In your prior question you wanted distinct values in the array, but to order them by an alternative column ( PAGE_NBR ) you cannot use the clause DISTINCT in the LIST_AGG, thus why Lukasz soultion used a CTE to duplicate the data..
so show that here:
WITH data AS (
SELECT id, to_timestamp(CREATE_TS) as CREATE_TS, PAGE_NBR FROM values
( 1, '2022-01-01 01:23:34', '1'),
( 1, '2022-01-01 01:23:34', '2'),
( 1, '2022-01-01 01:23:34', '3'),
( 1, '2022-01-02 01:23:34', '2'),
( 2, '2022-01-03 01:23:34', '3'),
( 3, '2022-01-04 01:23:34', '4')
v( id, CREATE_TS, PAGE_NBR )
), cte AS (
SELECT ID, CREATE_TS, PAGE_NBR::INT AS VISIT_PAGE_NBR
FROM data
--WHERE FLG_COLUMN = '0'
-- AND SOURCE_CD NOT IN ('1','2','3','4')

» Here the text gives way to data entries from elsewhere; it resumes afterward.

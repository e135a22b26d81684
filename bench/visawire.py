"""VISA resources as byte wires: pyvisa with the pure-Python pyvisa-py backend, named explicitly.

* One ``ResourceManager("@py")`` per process: without the name pyvisa may pick a vendor library.
* The resource opens with the profile's terminators, ``timeout`` and ``open_timeout``: a raw
  ``SOCKET`` resource has no read terminator by default and every read would time out.
* Seconds everywhere; pyvisa's milliseconds appear only where its attributes are set.
* A watchdog bounds every call: a peer that accepted and then went away can keep a socket read
  spinning; the watchdog closes the session, and the call ends as a :class:`ReplyTimeoutError`.
* pyvisa-py hands back what it has when a socket pauses for a while, as if the message had
  ended; :meth:`VisaByteTransport.read_until` keeps reading until the terminator arrives.
* ``VisaIOError``, ``OSError`` and friends become :mod:`bench.errors` exceptions here.
"""

from __future__ import annotations

import threading
import time
from collections.abc import Callable
from typing import Any

from bench.errors import ReplyTimeoutError, TransportError
from bench.wire import TransportSettings, reply_timeout

__all__ = ["VisaByteTransport", "resource_manager"]

_RM_LOCK = threading.Lock()
_RM: Any = None
_WATCHDOG_GRACE_S = 2.0  # beyond the deadline before a stuck VISA call is cut off
_CHUNK_BYTES = 1 << 16


def _ms(seconds: float) -> int:
    """pyvisa's timeouts are integer milliseconds (the only place they appear)."""
    return max(1, int(round(seconds * 1000.0)))


def resource_manager() -> Any:
    """The process's pyvisa ResourceManager, pure-Python backend named explicitly (``"@py"``)."""
    global _RM
    with _RM_LOCK:
        if _RM is None:
            try:
                import pyvisa
            except ImportError as exc:
                raise TransportError(f"pyvisa is not installed ({exc}); pip install pyvisa pyvisa-py") from exc
            try:
                _RM = pyvisa.ResourceManager("@py")
            except (OSError, ValueError) as exc:
                raise TransportError(f"cannot start the pyvisa-py backend: {exc}; pip install pyvisa-py") from exc
        return _RM


class _Watchdog:
    """One thread per session that runs ``expire()`` when a call overruns its deadline.

    Cheaper than a timer thread per call: :meth:`arm` and :meth:`disarm` only move a deadline.
    """

    def __init__(self, expire: Callable[[], None]) -> None:
        self._expire = expire
        self._cond = threading.Condition()
        self._deadline: float | None = None
        self._thread: threading.Thread | None = None
        self._stopped = False
        self.fired = False

    def arm(self, seconds: float) -> None:
        """Expire ``seconds`` from now unless disarmed first."""
        with self._cond:
            self._deadline = time.monotonic() + seconds
            self.fired = False
            if self._thread is None:
                self._thread = threading.Thread(target=self._run, name="visa-watchdog", daemon=True)
                self._thread.start()
            self._cond.notify()

    def disarm(self) -> None:
        """The call ended in time."""
        with self._cond:
            self._deadline = None

    def stop(self) -> None:
        """End the thread (the session is closed)."""
        with self._cond:
            self._stopped = True
            self._cond.notify()

    def _run(self) -> None:
        while self._wait_for_expiry():
            self._expire()

    def _wait_for_expiry(self) -> bool:
        with self._cond:
            while not self._stopped:
                if self._deadline is None:
                    self._cond.wait()
                    continue
                remaining_s = self._deadline - time.monotonic()
                if remaining_s > 0:
                    self._cond.wait(remaining_s)
                    continue
                self._deadline, self.fired = None, True
                return True
            return False


class VisaByteTransport:
    """A message-based VISA session as a :class:`~bench.wire.ByteTransport`.

    Parameters
    ----------
    address : str
        The VISA resource name.
    resource : pyvisa.resources.MessageBasedResource
        The open session. The constructor does no I/O: use :meth:`open`.
    settings : TransportSettings
        Terminators and deadlines it was opened with.
    """

    def __init__(self, address: str, resource: Any, settings: TransportSettings) -> None:
        self.address = address
        self._res = resource
        self._settings = settings
        self._timeout_ms: int | None = None
        self._lock = threading.RLock()  # one call at a time (pyvisa #726)
        self._watchdog = _Watchdog(self._abort)

    @classmethod
    def open(cls, address: str, settings: TransportSettings) -> VisaByteTransport:
        """Open ``address`` with the terminators and deadlines of ``settings``."""
        import pyvisa

        rm = resource_manager()
        try:
            res = rm.open_resource(address, read_termination=settings.read_termination,
                                   write_termination=settings.write_termination,
                                   open_timeout=_ms(settings.open_timeout_s))
            res.timeout = _ms(settings.timeout_s)
        except pyvisa.errors.VisaIOError as exc:
            raise TransportError(f"{address}: cannot open: {exc.description}") from exc
        except (OSError, ValueError) as exc:
            raise TransportError(f"{address}: cannot open: {exc}") from exc
        return cls(address, res, settings)

    # ------------------------------------------------------------------ the byte interface
    def write(self, data: bytes, timeout_s: float) -> None:
        """Send all of ``data`` (``write_raw``: no terminator is added)."""
        self._call("write", lambda: self._res.write_raw(data), timeout_s)

    def read_until(self, terminator: bytes, timeout_s: float) -> bytes:
        """Bytes up to and including ``terminator``; with an empty terminator, one message (END)."""
        deadline = time.monotonic() + timeout_s
        self._use_termination(terminator)
        data = bytearray()
        while True:
            remaining_s = deadline - time.monotonic()
            if remaining_s <= 0:
                raise reply_timeout(self.address, f"no {terminator!r}", timeout_s, bytes(data))
            data.extend(self._read("read", self._res.read_raw, remaining_s, data))
            if not terminator or data.endswith(terminator):
                return bytes(data)

    def read_exact(self, count: int, timeout_s: float) -> bytes:
        """Exactly ``count`` bytes, terminator characters included (they may be data)."""
        if count <= 0:
            return b""
        return self._read(f"{count} bytes", lambda: self._res.read_bytes(
            count, chunk_size=_CHUNK_BYTES, break_on_termchar=False), timeout_s, b"")

    def clear(self) -> None:
        """VISA device clear (pyvisa-py drops what is buffered and drains the socket)."""
        with self._lock:
            try:
                self._res.clear()
            except Exception:  # noqa: BLE001 - best effort; a reconnect handles the rest
                pass

    def close(self) -> None:
        """Close the session (never raises)."""
        with self._lock:
            self._watchdog.stop()
            try:
                self._res.close()
            except Exception:  # noqa: BLE001 - closing a dead session must not raise
                pass

    # ------------------------------------------------------------------ helpers
    def _use_termination(self, terminator: bytes) -> None:
        wanted = terminator.decode("ascii")
        if wanted != self._res.read_termination:
            self._call("set terminator", lambda: setattr(self._res, "read_termination", wanted or None),
                       self._settings.timeout_s)

    def _read(self, what: str, fn: Callable[[], bytes], timeout_s: float, so_far: bytes) -> bytes:
        try:
            return bytes(self._call(what, fn, timeout_s))
        except ReplyTimeoutError as exc:
            raise reply_timeout(self.address, f"no {what}", timeout_s, bytes(so_far)) from exc

    def _call(self, what: str, fn: Callable[[], Any], timeout_s: float) -> Any:
        """Run one pyvisa call under the lock, a deadline and the watchdog; translate its errors."""
        import pyvisa

        with self._lock:
            try:
                self._set_timeout(timeout_s)
                self._watchdog.arm(timeout_s + _WATCHDOG_GRACE_S)
                return fn()
            except pyvisa.errors.VisaIOError as exc:
                raise self._translate(what, timeout_s, exc) from exc
            except (OSError, EOFError, pyvisa.errors.InvalidSession) as exc:
                raise self._translate(what, timeout_s, exc) from exc
            except (ValueError, AttributeError) as exc:
                if not self._watchdog.fired:
                    raise  # a programming error, not a wire fault
                raise self._translate(what, timeout_s, exc) from exc
            finally:
                self._watchdog.disarm()

    def _set_timeout(self, timeout_s: float) -> None:
        ms = _ms(timeout_s)
        if ms != self._timeout_ms:
            self._res.timeout = ms  # pyvisa wants ms
            self._timeout_ms = ms

    def _translate(self, what: str, timeout_s: float, exc: Exception) -> TransportError:
        from pyvisa import constants

        if self._watchdog.fired:
            return ReplyTimeoutError(f"{self.address}: {what}: no answer within {timeout_s:g} s "
                                     "(connection closed)")
        code = getattr(exc, "error_code", None)
        if code == constants.StatusCode.error_timeout:
            return ReplyTimeoutError(f"{self.address}: {what}: no answer within {timeout_s:g} s")
        detail = getattr(exc, "description", None) or f"connection lost ({exc})"
        return TransportError(f"{self.address}: {what}: {detail}")

    def _abort(self) -> None:
        """The watchdog's action: close the session, which ends the stuck call."""
        try:
            self._res.close()
        except Exception:  # noqa: BLE001 - the session is being torn down on purpose
            pass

-- AND DATE_CR = '2022-01-01'
QUALIFY ROW_NUMBER() OVER(PARTITION BY ID,CREATE_TS ORDER BY VISIT_PAGE_NBR::INT) = 1
)
SELECT ID,
LISTAGG(to_varchar(CREATE_TS, 'mm/dd/yyyy hh:mi:ss'), ',') WITHIN GROUP(ORDER BY VISIT_PAGE_NBR) AS No_Of_Views
FROM cte
GROUP BY ID;
gives:
| ID | NO_OF_VIEWS |
|---|---|
| 1 | 01/01/2022 01:23:34,01/02/2022 01:23:34 |
| 2 | 01/03/2022 01:23:34 |
| 3 | 01/04/2022 01:23:34 |
the
QUALIFY ROW_NUMBER() OVER(PARTITION BY ID,CREATE_TS ORDER BY VISIT_PAGE_NBR::INT) = 1
is doing the task of only allowing distinct pairs of ID,CREATE_TS
by numbering them all, and the filtering out any that are not the first row.
Thus when the outer LIST_AGG is used the DISTINCT you originally had can be dropped. and the order by VISIT_PAGE_NBR can be used.